Johnson & Johnson and Crucell Reach Agreement on Intended Public Offer of €24.75 per Ordinary Share of Crucell
After consummation of the Offer Johnson & Johnson expects to maintain Crucell's existing facilities, to retain Crucell's senior management and, generally, to maintain current employment levels. Johnson & Johnson also intends to keep Crucell as the center for vaccines within the Johnson & Johnson pharmaceutical group, and to maintain Crucell's headquarters in Leiden.
Johnson & Johnson currently owns 17.9% of Crucell's outstanding shares. In addition, in September 2009 Johnson & Johnson entered into an agreement with Crucell to develop a universal influenza monoclonal antibody and a universal flu vaccine for the treatment and prevention of influenza, as well as a long-term innovation collaboration for the development of monoclonal antibodies and/or vaccines directed against up to three other infectious and non-infectious disease targets.

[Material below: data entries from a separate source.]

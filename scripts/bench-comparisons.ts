// Comparisons per second through the whole HTTP path (app.inject: validation,
// fitting, ranking, the audit append, serialisation), with the SQLite store,
// the PostgreSQL store (when PARSIMETRY_TEST_PG_URL is set) and a baseline that
// keeps nothing, 1 and 16 requests in flight. Ratios are against the baseline
// measured in the same run. First it runs scripts/bench-audit.ts (imported, not
// copied) for the durable appends per second of the stores alone.
//   npx tsx scripts/bench-comparisons.ts [comparisons per scenario, default 1000] [appends per store scenario, default 3000] [--comparisons-only]
import { randomBytes, randomUUID } from 'node:crypto';
import { mkdtempSync, rmSync } from 'node:fs';
import { tmpdir } from 'node:os';
import { join } from 'node:path';
import { openAuditStore, type AuditStore, type NewRecord, type StoredRecord } from '../src/audit/open.ts';
import { defaultConfig } from '../src/config.ts';
import { buildApp } from '../src/http/app.ts';
import { demoComparison } from './demo-data.ts';
import { dropBenchSchemas } from './bench-pg.ts';

const args = process.argv.slice(2).filter((a) => !a.startsWith('--'));
const N = Number(args[0] ?? 1000);
const APPENDS = Number(args[1] ?? 3000);
const PG_URL = process.env.PARSIMETRY_TEST_PG_URL;

if (!process.argv.includes('--comparisons-only')) {
  // bench-audit.ts reads its count from argv[2] and prints its own table on import.
  process.argv.splice(2, process.argv.length - 2, String(APPENDS));
  await import('./bench-audit.ts');
  console.log('');
}

/**
 * BASELINE ONLY, never used by the service: answers append() at once and keeps
 * nothing, so the difference to it is what durable recording costs. (The service
 * itself never replies without a committed record.)
 */
function nothingKeptBaseline(): AuditStore {
  let seq = 0;
  const zeros = '0'.repeat(64);
  return {
    backend: 'sqlite',
    async append(input: NewRecord): Promise<StoredRecord> {
      seq += 1;
      return { ...(input as StoredRecord), id: randomUUID(), createdAt: new Date().toISOString(), seq, prevHash: zeros, hash: zeros };
    },
    get: async () => null,
    chainLinks: async () => ({ previous: null, next: null, head: null }),
    list: async () => ({ records: [], corrupt: [], nextCursor: null }),
    verify: async () => ({ ok: true, records: seq, head: null, firstBroken: null }),
    ready: async () => true,
    head: async () => ({ seq, id: null, hash: zeros }),
    close: async () => {},
  };
}

// Two request sizes: a dashboard's small check, and the demo comparison.
// Demo scenario (invented): tile shrinkage in a ceramics plant.
function smallBody(i: number) {
  const peakTemp = [1150, 1160, 1172, 1185, 1196, 1204, 1213, 1228, 1236, 1249, 1252, 1240];
  return {
    data: { columns: { peakTemp, shrinkage: peakTemp.map((x, j) => 5 + 0.011 * (x - 1150) + ((j * 5) % 7) / 70 + (i % 97) / 10_000) } },
    response: 'shrinkage',
    candidates: [{ name: 'linear', terms: ['peakTemp'] }, { name: 'quadratic', terms: ['peakTemp', { kind: 'power', of: 'peakTemp', degree: 2 }] }],
  };
}
const demo = demoComparison();
const bodies: { name: string; body: (i: number) => unknown }[] = [
  { name: 'small (12 rows, 2 models)', body: smallBody },
  { name: 'demo (120 rows, 5 models)', body: () => demo },
];

async function rate(store: AuditStore, body: (i: number) => unknown, inFlight: number): Promise<number> {
  // Admission control (rate limit, load shedding) is not what is measured here.
  const config = defaultConfig({ rateLimitPerMinute: 1_000_000_000, eventLoopMaxDelayMs: 0 });
  const app = await buildApp({ config, store, logger: false });
  try {
    const post = async (i: number) => {
      const res = await app.inject({ method: 'POST', url: '/v1/comparisons', payload: body(i) as Record<string, unknown> });
      if (res.statusCode !== 200) throw new Error(`POST answered ${res.statusCode}: ${res.body.slice(0, 300)}`);
    };
    for (let i = 0; i < 50; i++) await post(i); // warm up: JIT, statements, connections
    let next = 0;
    const start = process.hrtime.bigint();
    await Promise.all(Array.from({ length: inFlight }, async () => {
      while (next < N) await post(next++);
    }));
    return N / (Number(process.hrtime.bigint() - start) / 1e9);
  } finally {
    await app.close();
  }
}

type StoreKind = 'baseline' | 'sqlite' | 'postgres';
const kinds: StoreKind[] = ['baseline', 'sqlite', ...(PG_URL ? (['postgres'] as const) : [])];
const dir = mkdtempSync(join(tmpdir(), 'parsimetry-bench-cmp-'));
const schemas: string[] = [];
let files = 0;

async function open(kind: StoreKind): Promise<AuditStore> {
  if (kind === 'baseline') return nothingKeptBaseline();
  if (kind === 'sqlite') return openAuditStore(join(dir, `s${files++}.sqlite`));
  const schema = `bench_cmp_${randomBytes(4).toString('hex')}`;
  schemas.push(schema);
  return openAuditStore(PG_URL!, { schema });
}

const label: Record<StoreKind, string> = {
  baseline: 'no durable store (baseline)',
  sqlite: 'sqlite file, group commit',
  postgres: 'postgres, group commit',
};

interface Row { body: string; kind: StoreKind; inFlight: number; rate: number }
const rows: Row[] = [];
try {
  for (const { name, body } of bodies) {
    for (const inFlight of [1, 16]) {
      for (const kind of kinds) {
        const store = await open(kind);
        try {
          const r = await rate(store, body, inFlight);
          if (kind !== 'baseline') {
            const report = await store.verify();
            if (!report.ok || report.records !== N + 50) throw new Error(`chain wrong after bench: ${JSON.stringify(report)}`);
          }
          rows.push({ body: name, kind, inFlight, rate: r });
        } finally {
          await store.close();
        }
      }
    }
  }
} finally {
  rmSync(dir, { recursive: true, force: true });
  await dropBenchSchemas(PG_URL, schemas);
}

console.log(`comparisons per second through POST /v1/comparisons (app.inject, ${N} per scenario, each durable chain verified afterwards)`);
const w1 = Math.max(...rows.map((r) => r.body.length));
const w2 = Math.max(...Object.values(label).map((l) => l.length));
console.log(`${'request'.padEnd(w1)}  ${'audit store'.padEnd(w2)}  in flight  comparisons/s  vs baseline`);
for (const r of rows) {
  const base = rows.find((b) => b.body === r.body && b.inFlight === r.inFlight && b.kind === 'baseline')!.rate;
  console.log(`${r.body.padEnd(w1)}  ${label[r.kind].padEnd(w2)}  ${String(r.inFlight).padStart(9)}  ${r.rate.toFixed(0).padStart(13)}  ${(r.rate / base).toFixed(2).padStart(10)}x`);
}
if (!PG_URL) console.log('(PostgreSQL skipped: set PARSIMETRY_TEST_PG_URL, e.g. from scripts/postgres.sh start)');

Under the terms of the agreement, Johnson & Johnson, through a wholly-owned subsidiary, will initiate a recommended public offer under Dutch law to purchase all outstanding ordinary shares of Crucell not already owned by Johnson & Johnson and its affiliates for €24.75 per share (the Offer Price). The Offer Price assumes that, consistent with Crucell's prior practice and the terms of the merger agreement, no dividends will be declared and/or paid with respect to Crucell's ordinary shares. The financing of the Offer is not subject to third party conditions or contingencies.
The Supervisory Board and the Management Board of Crucell unanimously support the Offer, which represents a premium of 58% over the closing price of €15.70 as of September 16, 2010 and a premium of 63% over the 30 day average of €15.20 as of September 16, 2010. Both Boards believe the Offer is in the best interest of Crucell and its stakeholders including its shareholders, partners and employees, and unanimously recommend that Crucell's shareholders tender their shares into the Offer, when made, and to vote in favour of the resolutions to be proposed in connection with the Offer at the Extraordinary General Meeting of Shareholders (EGM) of Crucell to be held during the acceptance period of the Offer. The Board of Directors of Johnson & Johnson has also approved the transaction.
Upon closing, the transaction is expected to have a dilutive impact to Johnson & Johnson's 2011 earnings per share of approximately $0.03 - $0.05. The Offer Memorandum is expected to be published by the end of November 2010 and the transaction is expected to close in the first quarter of 2011.